WORK REQUIRED
The answer must be a bare number: the count of lines below that contain "Nyquist".

(EXERCISE MATERIALS Opens)

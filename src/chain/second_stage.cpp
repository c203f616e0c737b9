#include "chain/second_stage.h"

#include "base/physical_constants.h"

namespace hushgain {
namespace {

// 1 / (1 + (f / f_p)^2), or 1 without a pole.
double PoleFactor(const SecondStage& stage, double f_hz) {
  if (!(stage.bandwidth_hz > 0)) return 1;
  const double x = f_hz / stage.bandwidth_hz;
  return 1 / (1 + x * x);
}

double WithCorner(const CornerNoise& noise, double f_hz) {
  return noise.density * noise.density * (1 + noise.corner_hz / f_hz);
}

}  // namespace

double SecondStagePowerGain(const SecondStage& stage, double f_hz) {
  return stage.gain * stage.gain * PoleFactor(stage, f_hz);
}

double SecondStageNoisePsd(const SecondStage& stage, double f_hz,
                           double temperature_k) {
  const double r = stage.source_resistance_ohm;
  const double at_input_signal_path =
      WithCorner(stage.input_current_noise, f_hz) * r * r +
      4 * kBoltzmannJPerK * temperature_k * r;
  return (WithCorner(stage.input_noise, f_hz) * stage.noise_gain *
              stage.noise_gain +
          at_input_signal_path * stage.gain * stage.gain) *
         PoleFactor(stage, f_hz);
}

}  // namespace hushgain
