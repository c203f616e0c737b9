#define DOCTEST_CONFIG_IMPLEMENT
#include <doctest/doctest.h>
#include <stdlib.h>

int main(int argc, char** argv) {
  // The built binary spells its text in ASCII under a non-UTF-8 locale
  // (cli/text_output.h); the tests expect UTF-8 whatever the machine's
  // locale, and set another one only where they test that choice.
  ::setenv("LC_ALL", "C.UTF-8", 1);
  return doctest::Context(argc, argv).run();
}
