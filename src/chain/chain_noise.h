// The noise at the converter's input: every contributor of the stage
// through the chain, the chain's own noise, and what folds into the first
// Nyquist zone from above it. With H(f) the filter's response
// (chain/filter_response.h) and S_k(f) contributor k's density at the
// stage's output,
//   S_adc,k(f)  = S_k(f) |G2(f)|^2 |H(f)|^2  (the stage's contributors)
//   S_2nd(f)    = S_2(f) |H(f)|^2            (the second stage's own)
//   S_filter(f) = e_filter^2 |H(f)|^2        (its own noise at its input)
// with G2 and S_2 the second stage's gain and own output noise
// (chain/second_stage.h; G2 = 1 without one)
// and the analog power at the converter is their integral from the band's
// low edge f_L (where the stage's count starts; 1/f noise needs it) to
// f_N = sample_rate / 2, plus, folded back into the first zone, from f_N
// on. The converter adds its own noise and q / sqrt(12), whose power P_c
// spread over the first zone is the density P_c / f_N.
//
// Where the fold stops: the count goes up in steps of half a decade and
// stops at the end of the second step in a row at which the tail beyond,
// estimated from the density's local log-log slope m (tail = S(f) f /
// (m - 1) for m > 1, unbounded otherwise), is below tail_fraction of the
// whole noise power at the converter; that frequency is counted_to_hz.
// With no filter, or one too gentle, the count stops at search_decades
// above f_N and says so (fold_limited).
#ifndef HUSHGAIN_CHAIN_CHAIN_NOISE_H_
#define HUSHGAIN_CHAIN_CHAIN_NOISE_H_

#include <functional>
#include <optional>
#include <string>
#include <vector>

#include "base/status.h"
#include "budget/chain_block.h"
#include "chain/filter_response.h"
#include "circuit/signal_chain.h"
#include "integrate/band_integral.h"

namespace hushgain {

// The stage's output noise, contributor by contributor.
struct FrontEndSpectra {
  std::vector<std::string> names;
  // Fills psd[0 .. names.size() - 1] with S_k(f_hz), V^2/Hz at the stage's
  // output; f_hz > 0.
  std::function<Status(double f_hz, double* psd)> densities;
};

// The chain's analog densities at the converter's input, S_adc,k for each
// stage contributor, then S_2nd, then S_filter (the formulas above), at
// one frequency.
class ChainDensities {
 public:
  // `front_end` must outlive this object; `chain` is copied.
  ChainDensities(const FrontEndSpectra& front_end, const SignalChain& chain,
                 double temperature_k);

  int components() const { return n_ + 2; }

  // Fills out[0 .. components() - 1], V^2/Hz; f_hz > 0.
  Status operator()(double f_hz, double* out) const;

  // Their sum at f.
  Status Total(double f_hz, double* total) const;

  const FilterResponse& filter() const { return filter_; }

 private:
  const FrontEndSpectra& front_end_;
  std::optional<SecondStage> second_;
  FilterResponse filter_;
  double temperature_k_;
  int n_;
};

struct ChainNoiseOptions {
  double band_low_hz = 0;         // f_L, > 0 and below the Nyquist frequency
  double temperature_k = 298.15;  // of the second stage's source resistance
  // The band integrals' options (relative tolerance 1e-4 by default).
  IntegrationOptions integration;
  // The fold stops where what lies beyond is below this fraction of the
  // noise power at the converter: below the integrals' own tolerance.
  double tail_fraction = 1e-5;
  // ... or this many decades above the Nyquist frequency.
  double search_decades = 6;

  // Empty when valid; otherwise "field: expected ..., got ...".
  std::string Validate() const;
};

struct ChainNoiseOutcome {
  Status status;  // a failing density, or a non-finite integral
  ChainBlock block;
};

// `chain` must be valid (io checks the stage file) and `options` too
// (asserted). Never prints.
ChainNoiseOutcome ComputeChainNoise(const FrontEndSpectra& front_end,
                                    const SignalChain& chain,
                                    const ChainNoiseOptions& options);

}  // namespace hushgain

#endif  // HUSHGAIN_CHAIN_CHAIN_NOISE_H_
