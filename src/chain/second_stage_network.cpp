#include "chain/second_stage_network.h"

#include <cassert>
#include <complex>

#include "budget/stage_evaluator.h"

namespace hushgain {

Stage SecondStageInChain(const Stage& front, const Stage& network) {
  Stage s = network;
  s.temperature_k = front.temperature_k;
  s.temperature_range.reset();
  s.band_low_hz = front.band_low_hz;
  s.band_high_hz = front.band_high_hz;
  s.reference_hz = front.reference_hz;
  // Its swing is the front stage's times its gain: the converter's check
  // (chain/chain_budget.h) sees it, not its own headroom figure.
  s.full_scale_output_v.reset();
  s.chain.reset();
  return s;
}

Status SecondStageNetwork::Prepare(const Stage& front,
                                   const SecondStage& second,
                                   const BudgetOptions& options) {
  assert(second.is_network());
  const std::string prefix = "second stage " + second.file + ": ";
  BudgetOutcome budget =
      ComputeBudget(SecondStageInChain(front, *second.network), options);
  if (!budget.status.ok) return Status::Fail(prefix + budget.status.message);
  const Budget& b = budget.budget;
  for (const std::string& w : b.warnings) warnings_.push_back(prefix + w);
  figures_.stage_name = b.stage_name;
  figures_.opamp_class = b.opamp_class;
  figures_.signal_gain_dc = b.signal_gain_dc;
  figures_.passband_gain = b.passband_gain;
  figures_.signal_gain_ref = b.signal_gain_ref;
  figures_.noise_gain_ref = b.noise_gain_ref;
  figures_.bandwidth_3db_hz = b.bandwidth_3db_hz;

  evaluator_ = std::make_unique<SpectrumEvaluator>();
  Status s = PrepareStageEvaluator(budget.stage_used, &netlist_,
                                   evaluator_.get(), nullptr);
  if (!s.ok) return Status::Fail(prefix + s.message);
  spectra_.names.clear();
  for (const NoiseSource& source : evaluator_->sources())
    spectra_.names.push_back(source.name);
  spectra_.passband_gain = b.passband_gain;
  SpectrumEvaluator* ev = evaluator_.get();
  const Port signal = ev->Compile(netlist_.signal);
  spectra_.densities = [ev, signal, prefix](double f_hz, double* power_gain,
                                            double* psd) {
    // Densities solves at f; the signal's transfer is read from that solve.
    Status st = ev->Densities(f_hz, psd);
    if (!st.ok) return Status::Fail(prefix + st.message);
    *power_gain = std::norm(ev->Transfer(signal));
    return Status::Ok();
  };
  return Status::Ok();
}

}  // namespace hushgain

(EXERCISE MATERIALS Closes)

RESULT OF THE TASK
3